As we have seen, progressives, aided by the establishment media, are trying to pin a murder in Georgia on the president (see my blog entry “Did Arbery Die to Perpetuate a False Narrative About Contemporary American Society?”) This is a pattern.
Remember when the media took Trump’s “Some very find people on both sides” remark, made in the context of the Charlottesville situation in the summer of 2017, out of context to make it appear as if he supported white nationalism? Rosie Gray, of The Atlantic, a publication that recently lamented Western concern for personal liberty while praising China’s systematic violation of it, wrote at the time, “President Trump defended the white nationalists who protested in Charlottesville on Tuesday.” In the case of Jiang, the media are making out Trump’s frustration at the failure of the media to hold China accountable for their actions to be anti-Chinese racism (the trilateralists pulled a similar trick during the 1970s-80s when Americans workers grew concerned over Japan’s unfair trading practices). They set him up for this up weeks ago by demanding that he talk about the virus in a way we have never before talked about virus, by avoiding reference to it by its origins.

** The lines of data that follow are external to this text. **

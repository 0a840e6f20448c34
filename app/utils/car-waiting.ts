// What waits on whom for one car, read from its versions, snags and drift; the step for the person
// looking comes first. Pure, so the overview and its test read it the same way.
import type { ProfileView } from '~~/shared/schemas/profile-views'
import type { Permission } from '~~/shared/utils/permissions'

export interface WaitingItem { who: string, what: string, to: string, mine: boolean }
interface CarFacts { id: number, driftedAt: Date | string | null }

export function carWaiting(car: CarFacts, profiles: ProfileView[], snags: { open: number, blocking: number }, can: (p: Permission) => boolean): WaitingItem[] {
  const items: WaitingItem[] = []
  for (const p of profiles) {
    for (const v of p.versions) {
      const name = `${p.name} v${v.versionNo}`
      const page = `/versions/${v.id}`
      if (v.state === 'in-review') items.push({ who: 'An engineer', what: `review ${name}`, to: page, mine: can('versions.review') })
      else if (v.state === 'approved') items.push({ who: 'A road tester', what: `road-test ${name}`, to: `/road-tests/new?version=${v.id}`, mine: can('road-tests.record') })
      else if (v.state === 'draft') items.push({ who: v.author?.name ?? 'Its author', what: `finish the draft ${name} and send it for review`, to: page, mine: can('versions.write') })
      else if (v.state === 'rejected') items.push({ who: v.author?.name ?? 'Its author', what: `rework ${name}, sent back${v.lastReview?.reviewer ? ` by ${v.lastReview.reviewer.name}` : ''}`, to: page, mine: can('versions.write') })
    }
  }
  if (snags.blocking) items.push({ who: 'The workshop', what: `clear ${snags.blocking} snag${snags.blocking === 1 ? '' : 's'} that block${snags.blocking === 1 ? 's' : ''} sign-off`, to: `/cars/${car.id}/snags`, mine: can('snags.write') })
  if (car.driftedAt) items.push({ who: 'A tuner or tester', what: 'put the signed-off settings back on the controller and read it back', to: `/cars/${car.id}/readbacks`, mine: can('readbacks.record') })
  return [...items.filter(i => i.mine), ...items.filter(i => !i.mine)]
}
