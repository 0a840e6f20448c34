import { routePermission } from '../../../../shared/schemas/version-lifecycle'
import { roadTestCreateSchema } from '../../../../shared/schemas/road-test'

export default defineEventHandler(async (event) => {
  const { id } = await getValidatedRouterParams(event, zodValidator(idParamSchema))
  const user = await requirePermission(event, routePermission('road-test'))
  const input = await readValidatedBody(event, zodValidator(roadTestCreateSchema))
  setResponseStatus(event, 201)
  return recordRoadTest(user, id, input)
})
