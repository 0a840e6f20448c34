// The service worker that keeps the road-test wizard's page and code on the phone (public/roadside-sw.js,
// docs/road-tests.md#no-signal).
export const ROADSIDE_CACHE = 'voltwright-roadside-v1'

export async function keepWizardForNoSignal() {
  if (!('serviceWorker' in navigator) || !window.isSecureContext) return
  try {
    await navigator.serviceWorker.register('/roadside-sw.js', { scope: '/road-tests/new' })
    const registration = await navigator.serviceWorker.ready
    // The page and the code it loaded before the worker was in charge; what loads later the worker keeps itself.
    const code = performance.getEntriesByType('resource').map(e => e.name).filter(n => new URL(n).pathname.startsWith('/_nuxt/'))
    registration.active?.postMessage({ type: 'keep', urls: [location.href, ...code] })
  } catch { /* without the worker the wizard still keeps what was entered; only a reload with no signal fails */ }
}

// A kept page shows the person who opened it: forgotten whenever someone signs in or out.
export async function forgetKeptPages() {
  if (typeof caches !== 'undefined') await caches.delete(ROADSIDE_CACHE).catch(() => false)
}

Rank and file progressives are out of touch with reality. But the work they’re doing with their accusations of racism has a function, namely to marginalize those who raise questions about a totalitarian regime that the transnational elite counts among its partners in the global network of banks and corporations, a structure that is in its fundamental character set against the interests of working people.
Jiang is also female, which is also being leveraged against Trump. He’s a sexist. Indeed, Joe Biden must be elected president whether he pushes a staff member against a wall and forcibly inserts his fingers into her vagina because Trump is a sexist. That’s Trump Derangement Syndrome.
I remember as a kid that we said we were striving to overcome racism because it divided the people. But the establishment realized that dividing the people this way was too good of an idea to let it go. So they kept it going. The New Civil Rights is about keeping racial antagonisms going, leveraging them as a weapon to wield against ideological enemies. And Trump is the ideological enemy of the moment. But Trump is, of course, the face of populism in the moment. Populism must be stopped. That’s how somebody like Adam Schiff can persuade half of Congress to impeach and vote to remove the president. The people narrowly avoided the overturning of a fair and democratic election. They do not intend to allow four more years of this.